Task to complete: Go through the records below and show every line with the string "number".

Collected data
--------------------------------------------------

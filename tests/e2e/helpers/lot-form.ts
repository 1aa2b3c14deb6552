import type { Locator, Page } from 'playwright-core';
import { newPhoto, newReport, type ReportFacts } from './evidence.ts';

const part = (page: Page, name: string): Locator => page.getByRole('region', { name, exact: true });

/** Opens a new draft and answers its code. */
export async function startDraft(page: Page): Promise<string> {
  await page.goto('/sell');
  await page.getByRole('button', { name: 'Describe a new lot' }).first().click();
  await page.waitForURL(/\/sell\/S-/);
  return page.url().split('/').at(-1)!;
}

export async function describeKind(page: Page, title: string): Promise<void> {
  const kind = part(page, 'What it is');
  await kind.getByRole('radio', { name: 'Button' }).check();
  await kind.getByRole('textbox', { name: 'Title' }).fill(title);
  await kind
    .getByRole('textbox', { name: 'Description' })
    .fill('One melt of sorted findings, parted and melted again. Dull top, clean underside.');
}

export async function typeMass(page: Page, mass: string): Promise<void> {
  await part(page, 'Mass').getByRole('textbox', { name: 'Gross mass' }).fill(mass);
}

export async function typeAssay(page: Page, permille: string, uncertainty: string): Promise<void> {
  const assay = part(page, 'Assay');
  await assay.getByLabel('Metal', { exact: true }).selectOption('Au');
  await assay.getByLabel('Method').selectOption('fire_assay');
  await assay.getByRole('textbox', { name: 'Fineness' }).fill(permille);
  await assay.getByRole('textbox', { name: 'Expanded uncertainty' }).fill(uncertainty);
}

export async function addPhotos(page: Page, names: readonly string[]): Promise<void> {
  const files = await Promise.all(names.map(newPhoto));
  await page.getByLabel('Photos to add').setInputFiles(files);
  await page
    .getByRole('list', { name: 'Photos of the lot' })
    .getByRole('listitem')
    .nth(names.length - 1)
    .waitFor();
}

export async function addCertificate(page: Page, facts: ReportFacts): Promise<void> {
  const report = part(page, 'Certificate');
  await page.getByLabel('Certificate document').setInputFiles(await newReport(facts));
  await report.getByText(`${facts.number}.pdf`).waitFor();
  const laboratory = report.getByLabel('Laboratory', { exact: true });
  await laboratory.selectOption({ label: facts.laboratory });
  await report.getByRole('textbox', { name: 'Report number' }).fill(facts.number);
  await report.getByLabel('Issued on').fill(facts.issuedOn);
  await report.getByLabel('Who took the sample').selectOption('laboratory');
  await report.getByRole('button', { name: 'Same mass as the lot' }).click();
  await report.getByRole('textbox', { name: 'Mark on the report' }).fill(facts.mark);
  await report.getByRole('button', { name: 'Same results as the lot' }).click();
}

export async function typePrice(page: Page, price: string): Promise<void> {
  await part(page, 'Price, parcel and time').getByRole('textbox', { name: 'Price of the metal' }).fill(price);
}

export async function typeTerms(page: Page, price: string, shipping: string): Promise<void> {
  const terms = part(page, 'Price, parcel and time');
  await typePrice(page, price);
  await terms.getByRole('textbox', { name: 'Insured parcel' }).fill(shipping);
  await terms.getByRole('checkbox', { name: 'United States' }).check();
}

export async function confirmAll(page: Page): Promise<void> {
  const cautions = part(page, 'Cautions and title');
  await cautions.getByRole('checkbox', { name: /I have read the cautions/ }).check();
  await cautions.getByRole('checkbox', { name: /The metal is mine to sell/ }).check();
}

/** What stands beside the form: the sheet, the rule, what the seller gets. */
export const liveSheet = (page: Page): Locator => part(page, 'What it comes to');

export async function handIn(page: Page): Promise<void> {
  await page.getByRole('button', { name: 'Hand the lot to the desk' }).click();
  await page.getByRole('button', { name: 'Hand it to the desk' }).click();
}
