import { randomInt } from 'node:crypto';
import { drawReport } from '#server/database/seeders/draw-report.ts';
import { drawSpecimen } from '#server/database/seeders/draw-specimen.ts';

/** A calendar day in UTC, so many days ago. */
export function dayAgo(days: number): string {
  return new Date(Date.now() - days * 86_400_000).toISOString().slice(0, 10);
}

type SentFile = { name: string; mimeType: string; buffer: Buffer };

/** A picture that nobody has sent before. */
export async function newPhoto(name: string): Promise<SentFile> {
  const buffer = await drawSpecimen('button', name, randomInt(1_000_000));
  return { name: `${name}.jpg`, mimeType: 'image/jpeg', buffer };
}

export type ReportFacts = {
  issuedOn: string;
  laboratory: string;
  number: string;
  mass: string;
  mark: string;
  permille: string;
};

/** A report of a laboratory as a PDF, with what the seller is going to type. */
export async function newReport(facts: ReportFacts): Promise<SentFile> {
  const buffer = await drawReport({
    laboratory: facts.laboratory,
    accreditation: 'Vale Accreditation Board, no. 4471',
    number: facts.number,
    customer: 'A workshop, address on file',
    item: 'One button',
    mass: facts.mass,
    mark: facts.mark,
    sampling: 'sampled by the laboratory from the item',
    issuedOn: facts.issuedOn,
    results: [
      { element: 'Au', permille: facts.permille, uncertainty: '0.5', method: 'fire assay, ISO 11426' },
    ],
  });
  return { name: `${facts.number}.pdf`, mimeType: 'application/pdf', buffer };
}
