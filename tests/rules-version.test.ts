import { createHash } from 'node:crypto';
import { describe, expect, it } from 'vitest';
import { BUYER_CONFIRMATIONS, CAUTIONS, RULES_VERSION, SELLER_CONFIRMATIONS } from '#shared/rules.ts';

/** A version's texts never change: a new wording is a new line here, under a new version. */
const TEXTS_OF_VERSION: Readonly<Record<string, string>> = {
  '2026-12.2': 'b29ac951a37c976c8dc5242f582950f13e76948df353030e76d83b66f6cb41d8',
};

describe('what buyer and seller confirm', () => {
  it('is word for word what its version stands for', () => {
    const texts = JSON.stringify([BUYER_CONFIRMATIONS, SELLER_CONFIRMATIONS, CAUTIONS]);
    const hash = createHash('sha256').update(texts).digest('hex');
    expect({ [RULES_VERSION]: hash }).toEqual({ [RULES_VERSION]: TEXTS_OF_VERSION[RULES_VERSION] });
  });

  it('has a version that fits beside a lot and a deal', () => {
    expect(RULES_VERSION).toMatch(/^\d{4}-\d{2}(\.\d+)?$/);
    expect(RULES_VERSION.length).toBeLessThanOrEqual(16);
  });
});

--------------------------------------------------

Answer section:
  await report.getByText(`${facts.number}.pdf`).waitFor();
  await report.getByRole('textbox', { name: 'Report number' }).fill(facts.number);
export function dayAgo(days: number): string {
  number: string;
    number: facts.number,
  return { name: `${facts.number}.pdf`, mimeType: 'application/pdf', buffer };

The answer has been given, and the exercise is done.